Graphs and circular motion
On a distance-time graph, the slope gives speed; on a velocity-time graph, the slope gives acceleration and the area under it gives displacement. In uniform circular motion the speed is constant but the direction keeps changing, so it is accelerated motion.
Important formulas
Speed
speed = distance ÷ time
Velocity
velocity = displacement ÷ time
Acceleration
a = (v − u) ÷ t
Equations of motion
v = u + at ; s = ut + ½at² ; v² = u² + 2as
Key definitions
- Displacement
- The shortest distance from the initial to the final position, with direction.
- Velocity
- The rate of change of displacement (speed in a given direction).
- Acceleration
- The rate of change of velocity with time.
- Uniform motion
- Motion in which equal distances are covered in equal intervals of time.
Solved examples
Q1. A car starts from rest and accelerates at 2 m/s² for 5 s.

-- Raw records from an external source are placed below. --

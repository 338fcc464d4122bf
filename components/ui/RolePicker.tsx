import { Pressable, StyleSheet, Text, View } from 'react-native';
import type { Role } from '@/shared/api/groups';
import { colors, radius, space, type } from '@/constants/theme';

/** A segmented choice among the roles the current user may give. */
export function RolePicker({ value, options, onChange, label }: {
  value: Role;
  options: readonly Role[];
  onChange: (role: Role) => void;
  label: string;
}) {
  return (
    <View role="radiogroup" aria-label={label} style={styles.row}>
      {options.map((role) => {
        const selected = role === value;
        return (
          <Pressable
            key={role}
            role="radio"
            aria-checked={selected}
            aria-label={role}
            onPress={() => onChange(role)}
            style={[styles.option, selected && styles.selected]}
          >
            <Text style={[styles.text, selected && styles.selectedText]}>{role}</Text>
          </Pressable>
        );
      })}
    </View>
  );
}

const styles = StyleSheet.create({
  row: {
    flexDirection: 'row',
    flexWrap: 'wrap',
    backgroundColor: colors.sunken,
    borderRadius: radius.md,
    padding: 3,
    gap: 3,
    alignSelf: 'flex-start',
  },
  option: { paddingHorizontal: space.md, minHeight: 36, justifyContent: 'center', borderRadius: radius.sm },
  selected: { backgroundColor: colors.surface, boxShadow: '0 1px 2px rgba(28,34,39,0.12)' } as object,
  text: { ...type.label, color: colors.inkMuted, textTransform: 'capitalize' },
  selectedText: { color: colors.ink },
});
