import { useState } from 'react';
import { StyleSheet, Text, TextInput, View, type TextInputProps } from 'react-native';
import { Controller, type Control, type FieldValues, type Path } from 'react-hook-form';
import { TOUCH, colors, fonts, radius, space, type } from '@/constants/theme';

type FieldProps<T extends FieldValues> = Omit<TextInputProps, 'value' | 'onChangeText' | 'onBlur'> & {
  control: Control<T>;
  name: Path<T>;
  label: string;
  hint?: string;
  mono?: boolean;
};

/** A labelled text input bound to react-hook-form; its validation error shows inline under it. */
export function TextField<T extends FieldValues>({ control, name, label, hint, mono, ...input }: FieldProps<T>) {
  const [focused, setFocused] = useState(false);
  return (
    <Controller
      control={control}
      name={name}
      render={({ field, fieldState }) => {
        const error = fieldState.error?.message;
        const id = `field-${String(name)}`;
        return (
          <View style={styles.wrap}>
            <Text nativeID={`${id}-label`} style={styles.label}>
              {label}
            </Text>
            <TextInput
              {...input}
              ref={field.ref}
              value={field.value ?? ''}
              onChangeText={field.onChange}
              onFocus={() => setFocused(true)}
              onBlur={() => {
                setFocused(false);
                field.onBlur();
              }}
              aria-label={label}
              aria-invalid={!!error}
              placeholderTextColor={colors.inkFaint}
              style={[
                styles.input,
                mono && { fontFamily: fonts.mono },
                focused && styles.focused,
                !!error && styles.invalid,
              ]}
            />
            {error ? (
              <Text role="alert" style={styles.error}>
                {error}
              </Text>
            ) : hint ? (
              <Text style={styles.hint}>{hint}</Text>
            ) : null}
          </View>
        );
      }}
    />
  );
}

const styles = StyleSheet.create({
  wrap: { gap: space.xs + 2 },
  label: { ...type.label, color: colors.ink },
  input: {
    ...type.body,
    minHeight: TOUCH,
    paddingHorizontal: space.md + 2,
    borderRadius: radius.md,
    borderWidth: 1,
    borderColor: colors.line,
    backgroundColor: colors.surface,
    color: colors.ink,
    outlineStyle: 'none',
  } as object,
  focused: { borderColor: colors.accent, boxShadow: `0 0 0 3px ${colors.accentSoft}` } as object,
  invalid: { borderColor: colors.danger },
  error: { ...type.small, color: colors.danger },
  hint: { ...type.small, color: colors.inkMuted },
});
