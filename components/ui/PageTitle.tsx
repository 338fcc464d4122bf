import { Pressable, StyleSheet, Text, View } from 'react-native';
import { TOUCH, colors, space, type } from '@/constants/theme';

/** The page's own heading (stacks run without native headers); `onBack` adds a back link above it. */
export function PageTitle({ title, kicker, onBack, backLabel = 'Back' }: {
  title: string;
  kicker?: string;
  onBack?: () => void;
  backLabel?: string;
}) {
  return (
    <View style={styles.wrap}>
      {onBack ? (
        <Pressable role="link" onPress={onBack} style={styles.back} accessibilityLabel={backLabel}>
          <Text style={styles.backText}>‹ {backLabel}</Text>
        </Pressable>
      ) : null}
      {kicker ? <Text style={styles.kicker}>{kicker}</Text> : null}
      <Text role="heading" aria-level={1} style={styles.title}>
        {title}
      </Text>
    </View>
  );
}

const styles = StyleSheet.create({
  wrap: { gap: space.xs },
  back: { minHeight: TOUCH - 8, justifyContent: 'center', alignSelf: 'flex-start', marginLeft: -2 },
  backText: { ...type.label, color: colors.accent, fontSize: 15 },
  kicker: { ...type.caps, color: colors.accent },
  title: { ...type.display, color: colors.ink },
});
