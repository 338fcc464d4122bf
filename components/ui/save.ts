// Native: the export goes to the clipboard (paste it into the paper or a mail).
import * as Clipboard from 'expo-clipboard';

export async function saveText(filename: string, text: string, _mime?: string): Promise<string> {
  await Clipboard.setStringAsync(text);
  return `Copied ${filename} to the clipboard`;
}
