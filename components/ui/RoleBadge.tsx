import { StyleSheet, Text, View } from 'react-native';
import type { Role } from '@/shared/api/groups';
import { colors, radius, space, type } from '@/constants/theme';

/** A role as a small pill; the row wrapper keeps it content-wide in columns and centred in rows. */
export function RoleBadge({ role }: { role: Role }) {
  const strong = role === 'owner' || role === 'admin';
  return (
    <View style={styles.wrap}>
      <View style={[styles.badge, strong ? styles.strong : styles.plain]}>
        <Text style={[styles.text, { color: strong ? colors.accent : colors.inkMuted }]}>{role}</Text>
      </View>
    </View>
  );
}

const styles = StyleSheet.create({
  wrap: { flexDirection: 'row' },
  badge: { borderRadius: radius.pill, paddingHorizontal: space.sm + 2, paddingVertical: 2 },
  strong: { backgroundColor: colors.accentSoft },
  plain: { backgroundColor: colors.sunken },
  text: { ...type.caps, fontSize: 11 },
});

Find its final velocity.
Solution: u = 0, a = 2 m/s², t = 5 s. Using v = u + at: v = 0 + 2 × 5 = 10 m/s.
Q2. For the same car, find the distance covered in 5 s.

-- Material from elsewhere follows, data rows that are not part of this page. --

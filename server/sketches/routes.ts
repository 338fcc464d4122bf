import { Router } from 'express';
import { z } from 'zod';
import { RecordId, SketchListQuery, sketchPaths } from '@/shared/api/sketches';
import { currentUser, requireAuth } from '../auth/middleware';
import type { Deps } from '../deps';
import { parse } from '../http/validate';
import * as sketches from './use-cases';

const Params = z.object({ id: RecordId });

export function routes(deps: Deps): Router {
  const router = Router();
  const auth = requireAuth(deps);
  router.get(sketchPaths.sketches, auth, async (req, res) => {
    res.json(await sketches.listSketches(deps, currentUser(req), parse(SketchListQuery, req.query, 'query')));
  });
  router.get(sketchPaths.sketch(':id'), auth, async (req, res) => {
    const { id } = parse(Params, req.params, 'path');
    res.json(await sketches.getSketch(deps, currentUser(req), id));
  });
  return router;
}
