import { ActivityIndicator, Pressable, StyleSheet, Text, View } from 'react-native';
import { TOUCH, colors, radius, space, type } from '@/constants/theme';
import type { PressState } from '@/components/ui/press-state';

type Variant = 'primary' | 'secondary' | 'quiet' | 'danger';

type Props = {
  label: string;
  onPress?: () => void;
  variant?: Variant;
  /** Shows a spinner, keeps the width and refuses presses (a submit in flight). */
  busy?: boolean;
  busyLabel?: string;
  disabled?: boolean;
  testID?: string;
};

export function Button({ label, onPress, variant = 'primary', busy = false, busyLabel, disabled = false, testID }: Props) {
  const inactive = disabled || busy;
  const tone = tones[variant];
  return (
    <Pressable
      role="button"
      testID={testID}
      accessibilityLabel={busy ? busyLabel ?? label : label}
      aria-disabled={inactive}
      aria-busy={busy}
      disabled={inactive}
      onPress={onPress}
      style={({ pressed, hovered }: PressState) => [
        styles.base,
        { backgroundColor: tone.bg, borderColor: tone.border },
        (pressed || hovered) && !inactive && { backgroundColor: tone.pressed },
        inactive && !busy && styles.disabled,
      ]}
    >
      <View style={styles.row}>
        {busy && <ActivityIndicator size="small" color={tone.fg} />}
        <Text style={[styles.label, { color: tone.fg }]}>{busy ? busyLabel ?? label : label}</Text>
      </View>
    </Pressable>
  );
}

const tones: Record<Variant, { bg: string; fg: string; border: string; pressed: string }> = {
  primary: { bg: colors.accent, fg: colors.onAccent, border: colors.accent, pressed: colors.accentPressed },
  secondary: { bg: colors.surface, fg: colors.accent, border: colors.line, pressed: colors.accentSoft },
  quiet: { bg: 'transparent', fg: colors.accent, border: 'transparent', pressed: colors.accentSoft },
  danger: { bg: colors.surface, fg: colors.danger, border: colors.line, pressed: colors.dangerSoft },
};

const styles = StyleSheet.create({
  base: {
    minHeight: TOUCH,
    paddingHorizontal: space.xl,
    borderRadius: radius.md,
    borderWidth: 1,
    alignItems: 'center',
    justifyContent: 'center',
    // A long label (a group's full name) wraps inside its box instead of running out of a dialog.
    maxWidth: '100%',
    paddingVertical: space.xs,
  },
  row: { flexDirection: 'row', alignItems: 'center', gap: space.sm, flexShrink: 1 },
  label: { ...type.heading, flexShrink: 1, textAlign: 'center' },
  disabled: { opacity: 0.45 },
});
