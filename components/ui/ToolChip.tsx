// The square-cornered button of the Slate's bars (tools, undo, band twists) and of the Readout's
// band comparison: a word, or a symbol with the word as its accessible label; "on" for a chosen tool.
import { Pressable, StyleSheet, Text } from 'react-native';
import { colors, radius, type } from '@/constants/theme';

export function ToolChip({ label, text, onPress, on = false, disabled = false }: { label: string; text?: string; onPress: () => void; on?: boolean; disabled?: boolean }) {
  return (
    <Pressable role="button" accessibilityLabel={label} aria-pressed={on} aria-disabled={disabled} disabled={disabled} onPress={onPress}
      style={({ pressed }) => [styles.chip, on && styles.chipOn, pressed && styles.chipPressed, disabled && styles.disabled]}>
      <Text style={[styles.chipText, on && styles.chipTextOn, text !== undefined && styles.symbol]}>{text ?? label}</Text>
    </Pressable>
  );
}

const styles = StyleSheet.create({
  chip: { flexDirection: 'row', alignItems: 'center', gap: 5, minHeight: 40, minWidth: 38, justifyContent: 'center', paddingHorizontal: 9, borderRadius: radius.md, borderWidth: 1, borderColor: colors.line, backgroundColor: colors.surface },
  chipOn: { backgroundColor: colors.ink, borderColor: colors.ink },
  chipPressed: { backgroundColor: colors.accentSoft },
  chipText: { ...type.label, color: colors.ink },
  chipTextOn: { color: colors.paper },
  symbol: { fontSize: 18, lineHeight: 22 },
  disabled: { opacity: 0.4 },
});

Solution: s = ut + ½at² = 0 + ½ × 2 × 5² = 25 m.
Q3. A body moving at 20 m/s decelerates uniformly and stops after travelling 50 m. Find the acceleration.

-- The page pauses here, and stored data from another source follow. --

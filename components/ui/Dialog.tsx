// A centred card over a dimmed screen (Modal): the paste, families, framing, details and conventions sheets.
import { useEffect } from 'react';
import { Modal, Platform, Pressable, ScrollView, StyleSheet, Text, View } from 'react-native';
import { colors, radius, shadows, space, type } from '@/constants/theme';

export function Dialog({ title, visible, onClose, children, actions, wide = false }: {
  title: string;
  visible: boolean;
  onClose: () => void;
  children: React.ReactNode;
  /** Buttons kept in view under the content, which scrolls on a short screen. */
  actions?: React.ReactNode;
  wide?: boolean;
}) {
  // Web: Escape closes (react-native-web's Modal does not listen for it).
  useEffect(() => {
    if (!visible || Platform.OS !== 'web' || typeof window === 'undefined') return;
    const onKey = (e: KeyboardEvent) => e.key === 'Escape' && onClose();
    window.addEventListener('keydown', onKey);
    return () => window.removeEventListener('keydown', onKey);
  }, [visible, onClose]);
  return (
    <Modal transparent visible={visible} animationType="fade" onRequestClose={onClose}>
      <View style={styles.scrim}>
        <Pressable style={StyleSheet.absoluteFill} onPress={onClose} accessibilityLabel="Close" />
        <View style={[styles.card, { maxWidth: wide ? 640 : 480 }]} role="dialog" aria-label={title}>
          <View style={styles.head}>
            <Text role="heading" aria-level={2} style={styles.title}>{title}</Text>
            <Pressable role="button" accessibilityLabel="Close" onPress={onClose} style={styles.close}>
              <Text style={styles.closeText}>×</Text>
            </Pressable>
          </View>
          <ScrollView contentContainerStyle={styles.body} keyboardShouldPersistTaps="handled">{children}</ScrollView>
          {actions ? <View style={styles.actions}>{actions}</View> : null}
        </View>
      </View>
    </Modal>
  );
}

const styles = StyleSheet.create({
  scrim: { flex: 1, backgroundColor: colors.scrim, alignItems: 'center', justifyContent: 'center', paddingHorizontal: space.lg, paddingVertical: 64 },
  card: { width: '100%', maxHeight: '100%', backgroundColor: colors.surface, borderRadius: radius.lg, overflow: 'hidden', boxShadow: shadows.card } as object,
  head: { flexDirection: 'row', alignItems: 'center', justifyContent: 'space-between', paddingLeft: space.xl, paddingRight: space.sm, paddingTop: space.md, borderBottomWidth: 1, borderBottomColor: colors.line, paddingBottom: space.sm },
  title: { ...type.title, color: colors.ink },
  close: { width: 44, height: 44, alignItems: 'center', justifyContent: 'center' },
  closeText: { fontSize: 26, color: colors.inkMuted },
  body: { padding: space.xl, gap: space.lg },
  actions: { flexDirection: 'row', flexWrap: 'wrap', gap: space.md, paddingHorizontal: space.xl, paddingVertical: space.md, borderTopWidth: 1, borderTopColor: colors.line },
});
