// Native: no KaTeX, so the plain-text form in the math face's place (Math.web.tsx typesets).
import { Text } from 'react-native';
import { colors, type } from '@/constants/theme';

export function TeX({ text, nowrap = false }: { tex: string; text: string; display?: boolean; nowrap?: boolean }) {
  return <Text style={[type.code, { color: colors.ink }]} numberOfLines={nowrap ? 1 : undefined}>{text}</Text>;
}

Solution: u = 20, v = 0, s = 50. Using v² = u² + 2as: 0 = 400 + 2a(50) ⇒ a = −4 m/s² (retardation).
Common mistakes to avoid
- Treating distance and displacement as the same — displacement has direction.
- Forgetting that uniform circular motion is accelerated (direction changes).
- Dropping the negative sign for deceleration (retardation).
- Using the wrong equation of motion for the given quantities.
Motion — MCQ Quiz
11 questions with instant feedback. Use number keys 1–4 to answer.
Which quantity has both magnitude and direction?
Practice questions
Short answer
Define uniform motion.
Motion in which an object covers equal distances in equal intervals of time.
Can displacement be zero while distance is not? Give an example.
Yes — a runner who completes one full circular lap returns to the start, so distance is the track length but displacement is zero.
Write the equation that gives displacement using initial velocity, acceleration and time.
s = ut + ½at².
Long answer
A train starting from rest attains a velocity of 72 km/h in 5 minutes. Find its acceleration and the distance travelled.
Convert: 72 km/h = 20 m/s; t = 5 min = 300 s; u = 0. Acceleration a = (20 − 0)/300 = 0.067 m/s². Distance s = ut + ½at² = 0 + ½ × 0.067 × 300² = 3000 m = 3 km.
Explain how a velocity-time graph is used to find acceleration and distance.
On a velocity-time graph, the slope of the line equals the acceleration (change in velocity ÷ time). The area enclosed between the line and the time axis equals the distance (or displacement) travelled. A straight slanting line indicates uniform acceleration.
HOTS (Higher Order Thinking)
Two cars start together; one moves at constant velocity, the other accelerates from rest. Whose distance-time graph is a straight line?
The car moving at constant velocity has a straight-line distance-time graph; the accelerating car's graph is a curve (since distance increases faster over time).
Why is the motion of a body in a circle at constant speed still called accelerated?
Because velocity includes direction, and the direction changes continuously even though the speed is constant — a changing velocity means acceleration.
Quick revision
Revision notes
- Distance (scalar) vs displacement (vector); speed vs velocity.
- a = (v − u)/t; retardation is negative acceleration.
- Equations: v = u + at, s = ut + ½at², v² = u² + 2as.
- d-t slope = speed; v-t slope = acceleration, area = distance.
Key takeaways
- Choose the equation of motion that matches the known quantities.
- Uniform circular motion is accelerated.
- Always convert units (km/h to m/s) before calculating.
Frequently asked questions
What is the difference between distance and displacement?
Distance is the total path length (scalar); displacement is the shortest distance between start and end with direction (vector).
What are the three equations of motion?
v = u + at, s = ut + ½at², and v² = u² + 2as, valid for uniform acceleration.
Why is uniform circular motion accelerated?
Because the direction of velocity changes continuously, even though the speed stays constant.